Il sistema di Gold Standard rimase in vigore fino al periodo compreso tra le due guerre mondiali, quando, in seguito a ragioni di ordine storico, ma soprattutto economico, dato che la produzione mondiale di oro non riusciva più a tenere il passo con le necessità degli scambi internazionali, entrò definitivamente in crisi, lasciando il posto ai sistemi monetari a corso forzoso, laddove cioè le monete non avevano più nessun riferimento a una merce (l'oro in particolare) che ne potesse definire il valore. Senza più alcun legame con l'oro, i tassi di cambio da fissi divennero flessibili, ossia variabili in relazione all'andamento della domanda e dell'offerta che si determinava sui mercati per ciascuna valuta.
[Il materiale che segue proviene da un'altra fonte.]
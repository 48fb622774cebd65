package heat_test

import (
	"context"
	"fmt"
	"math"
	"strings"
	"testing"

	"keelfall/column"
	"keelfall/solver/heat"

	"pgregory.net/rapid"
)

// anyRock is a rock of any kind the solver knows.
func anyRock(t *rapid.T) column.Rock {
	f := func(name string, a, b float64) float64 { return rapid.Float64Range(a, b).Draw(t, name) }
	r := column.Rock{HeatCapacity: f("c", 800, 1300), Viscosity: column.Viscosity{Top: 1e21, Bottom: 1e21, Exponent: 1},
		Conductivity:   column.Conductivity{Reference: f("k", 1.5, 4), PerKelvin: f("b", 0, 1e-3), PerPascal: f("p", 0, 5e-11), At: 293.15},
		HeatProduction: column.HeatProduction{Top: f("H", 0, 2e-6)}}
	if rapid.Bool().Draw(t, "decays") {
		r.HeatProduction.DecayLength = f("D", 5e3, 30e3)
	}
	eos := func(rho float64) column.Density {
		return column.EquationOfState{Reference: rho, Expansivity: f("α", 0, 4e-5), Compressibility: f("β", 0, 2e-11), ReferenceTemperature: 293.15}
	}
	switch rapid.IntRange(0, 3).Draw(t, "density") {
	case 0:
		r.Density = column.Uniform(f("ρ", 2600, 3400))
	case 1:
		r.Density = column.Linear{Top: f("ρ", 2600, 3400), Bottom: f("ρ", 2600, 3400)}
	case 2:
		r.Density = eos(f("ρ", 2600, 3400))
	default:
		r.Density = column.Reaction{Protolith: eos(2950), Product: eos(3400), Extent: 0.1, Cap: f("cap", 0.2, 1),
			Field: &column.StabilityField{Above: 5e8, At: 900, Slope: 1e6}, Kinetics: &column.Kinetics{Prefactor: 1e-3, ActivationEnergy: 250e3}}
	}
	if rapid.Bool().Draw(t, "melts") {
		r.Melt = &column.Melt{Solidus: &column.Curve{Surface: f("solidus", 1150, 1300), Slope: 1e-7}, Liquidus: &column.Curve{Surface: 1500, Slope: 1.2e-7}, LatentHeat: f("L", 0, 5e5), Density: 2700}
		r.Density = column.Molten{Solid: r.Density, Melt: r.Melt}
	}
	return r
}

// anyPlan is any column with any events that are possible together.
func anyPlan(t *rapid.T) (heat.Plan, float64) {
	f := func(name string, a, b float64) float64 { return rapid.Float64Range(a, b).Draw(t, name) }
	c := &column.Column{Gravity: 9.81, Surface: column.Surface{Temperature: 280}, Base: column.Base{Rock: anyRock(t)}}
	for i := range rapid.IntRange(1, 4).Draw(t, "layers") {
		c.Layers = append(c.Layers, column.Layer{Name: fmt.Sprint("layer ", i+1), Thickness: f("thickness", 3e3, 40e3), Rock: anyRock(t)})
	}
	c.Base.Boundary = column.Boundary(rapid.IntRange(int(column.FreeSlip), int(column.Inviscid)).Draw(t, "base"))
	if rapid.Bool().Draw(t, "heat flow") {
		c.Base.HasHeatFlow, c.Base.HeatFlow = true, f("q", 0.01, 0.03)
	} else {
		c.Base.HasTemperature, c.Base.Temperature = true, f("basal T", 800, 1500)
	}
	last := c.Layers[len(c.Layers)-1].Name
	const m = myr
	all := []heat.Event{
		{Verb: "stretch", From: 1 * m, To: 6 * m, Rate: f("rate", -2e-15, 4e-15)},
		{Verb: "erode", From: 2 * m, To: 4 * m, Rate: f("erosion", 1e-13, 2e-11)},
		{Verb: "bury", Name: "new", From: 5 * m, To: 7 * m, Rate: f("burial", 1e-13, 2e-11), Rock: anyRock(t)},
		{Verb: "accumulate", Layer: last, From: 0, To: 3 * m, Rate: f("growth", 1e-13, 2e-11), Temperature: f("T", 1000, 1500)},
		{Verb: "intrude", Name: "sheet", Layer: c.Layers[0].Name, From: 1.5 * m, Thickness: f("sheet", 100, 3e3), Temperature: 1450, Rock: anyRock(t), Times: 3, Every: 0.3 * m},
		{Verb: "change-base", From: 4 * m, Temperature: f("changed T", 900, 1500)},
		{Verb: "remove", From: 6.5 * m, Layer: last, Share: f("share", 0.1, 0.9)},
	}
	p := heat.Plan{Column: c, ExtensionRate: f("background", -1e-15, 1e-15), Points: 100, Tolerance: 0.5,
		Markers: []heat.Marker{{Name: "deep", Depth: f("marker", 0, c.Depth())}, {Name: "base", BaseOf: last}}}
	for _, e := range all {
		if rapid.Bool().Draw(t, e.Verb) {
			p.Events = append(p.Events, e)
		}
	}
	return p, 9 * m
}

// TestAnyHistory: energy and mass balance whatever happens, the profile is continuous,
// pressures rise, the thermal base stays, and a second run is the same to the last digit.
func TestAnyHistory(t *testing.T) {
	rapid.Check(t, func(t *rapid.T) {
		p, until := anyPlan(t)
		flux := heat.Flux{Layer: p.Column.Layers[rapid.IntRange(0, len(p.Column.Layers)-1).Draw(t, "of")].Name, AtTop: rapid.Bool().Draw(t, "at top"),
			Rate: rapid.Float64Range(-2e-11, 2e-11).Draw(t, "flux"), Temperature: rapid.SampledFrom([]float64{0, 1200}).Draw(t, "its T")}
		share := rapid.SampledFrom([]float64{0, 0.3, 1}).Draw(t, "removed by the caller")
		var last float64
		for range 2 {
			ev, err := heat.Begin(p)
			if err != nil {
				t.Skip(err) // steady start beyond the melt's or conductivity's range
			}
			q := p.Column.Layers[0].Name
			if err := ev.Flux(heat.Flux{Layer: q, Rate: -2e-12}, flux); err != nil {
				t.Fatal(err)
			}
			if err := ev.Heat(heat.Source{BaseOf: q, Power: 0.02}, heat.Source{Depth: 5e3, Power: 0.01}); err != nil {
				t.Fatal(err)
			}
			if err := ev.Advance(context.Background(), until/3); err != nil {
				t.Fatal(err)
			}
			if share > 0 && len(p.Column.Layers) > 1 {
				if err := ev.Remove(p.Column.Layers[1].Name, share); err != nil {
					t.Logf("not removed: %v", err) // used up already
				}
			}
			if err := ev.Advance(context.Background(), until); err != nil {
				if strings.Contains(err.Error(), "the layer is not there") || strings.Contains(err.Error(), "the layer is gone") || strings.Contains(err.Error(), "the whole column is gone") || strings.Contains(err.Error(), "nothing thinner than 1 m can be followed") {
					return
				}
				t.Fatal(err)
			}
			e, m := ev.Energy(), ev.Mass()
			if !(math.Abs(e.Missing) <= 1e-10*e.Moved) {
				t.Fatalf("%g J/m² missing of %g: %+v", e.Missing, e.Moved, e)
			}
			if !(math.Abs(m.Missing) <= 1e-10*m.Moved) {
				t.Fatalf("%g kg/m² missing of %g: %+v", m.Missing, m.Moved, m)
			}
			c, prof, err := ev.Snapshot()
			if err != nil {
				if strings.Contains(err.Error(), "nothing is left") {
					return
				}
				t.Fatal(err)
			}
			whole(t, c, prof)
			own, to := 0.0, 0.0 // the foot of the last layer that is not rock of the base
			for i := range c.Layers {
				if to += c.Layers[i].Thickness; c.Layers[i].Name[0] != 'a' {
					own = to
				}
			}
			if d := c.Depth(); c.Base.Boundary == column.HalfSpace && math.Abs(d/max(p.Column.Depth(), own)-1) > 0.01 {
				// What a step's heating, melting and reaction do to the thickness is made
				// good in the steps that follow: here steps are long and tolerances wide.
				t.Fatalf("the foot is at %g m, the thermal base at %g, own rock to %g", d, p.Column.Depth(), own)
			}
			if last != 0 && e.Stored != last {
				t.Fatalf("two runs differ: %g and %g", last, e.Stored)
			}
			last = e.Stored
			for _, path := range ev.Paths() {
				for i := range path.Time {
					if i > 0 && path.Time[i] <= path.Time[i-1] || !(path.T[i] > 0) || !(path.Depth[i] >= 0) || math.IsNaN(path.P[i]) {
						t.Fatalf("path %s at %d: %g s, %g m, %g K, %g Pa", path.Name, i, path.Time[i], path.Depth[i], path.T[i], path.P[i])
					}
				}
			}
		}
	})
}

// whole checks that a profile has no gaps.
func whole(t interface {
	Helper()
	Fatalf(string, ...any)
}, c *column.Column, p *heat.Profile) {
	t.Helper()
	var z, T, P float64
	for i := range p.Layers {
		l := &p.Layers[i]
		first, last := l.Nodes[0], l.Nodes[len(l.Nodes)-1]
		if l.Top != z || i > 0 && (!close(first.T, T, 1e-12) || !close(first.P, P, 1e-12)) || !close(l.Bottom-l.Top, c.Layers[i].Thickness, 1e-9) {
			t.Fatalf("layer %s: from %g m %g K %g Pa, above it %g m %g K %g Pa", c.Layers[i].Name, l.Top, first.T, first.P, z, T, P)
		}
		for j := 1; j < len(l.Nodes); j++ {
			if l.Nodes[j].Depth <= l.Nodes[j-1].Depth || l.Nodes[j].P <= l.Nodes[j-1].P {
				t.Fatalf("layer %s: node %d does not lie below", c.Layers[i].Name, j)
			}
		}
		z, T, P = l.Bottom, last.T, last.P
	}
}
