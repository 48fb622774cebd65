package heat_test

import (
	"context"
	"testing"

	"keelfall/solver/heat"

	"pgregory.net/rapid"
)

// TestCopy: driven alike, a copy and what it was made of come to the same bits, the copy
// first or last; and the two share no storage that is written to.
func TestCopy(t *testing.T) {
	rapid.Check(t, func(t *rapid.T) {
		p, until := anyPlan(t)
		ev, err := heat.Begin(p)
		if err != nil {
			t.Skip(err)
		}
		if err := ev.Heat(heat.Source{Depth: 5e3, Power: 0.01}); err != nil {
			t.Fatal(err)
		}
		if ev.Advance(context.Background(), rapid.Float64Range(0, 0.9).Draw(t, "at")*until) != nil {
			return
		}
		c := ev.Copy()
		for _, name := range heat.Shared(ev, c) {
			t.Errorf("%s is shared", name)
		}
		if rapid.Bool().Draw(t, "the copy first") {
			ev, c = c, ev
		}
		errs := [2]error{ev.Advance(context.Background(), until), c.Advance(context.Background(), until)}
		if (errs[0] == nil) != (errs[1] == nil) {
			t.Fatalf("one came to %v, the other to %v", errs[0], errs[1])
		}
		if a, b := heat.Written(ev), heat.Written(c); a != b {
			t.Fatalf("one came to\n%s\nthe other to\n%s", a, b)
		}
	})
}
Gli accordi di Bretton Woods


Nel 1944, per riportare ordine nel sistema monetario internazionale, i rappresentanti di Stati Uniti, Gran Bretagna e di altri 42 Paesi si incontrarono nella cittadina americana di Bretton Woods, nel New Hampshire, per concordare nuove regole capaci di garantire ai tassi di cambio quella stabilità che essi avevano conosciuto negli anni precedenti la prima guerra mondiale. Nacque cosi il sistema di Gold Exchange Standard, che prendeva ancora l'oro come unità di misura, ma affidava soltanto agli Stati Uniti il compito di mantenere la parità tra la loro moneta e il metallo giallo, secondo un rapporto che era di circa 35 dollari per ogni oncia d'oro, mentre gli altri Paesi si impegnavano a mantenere la parità con il dollaro.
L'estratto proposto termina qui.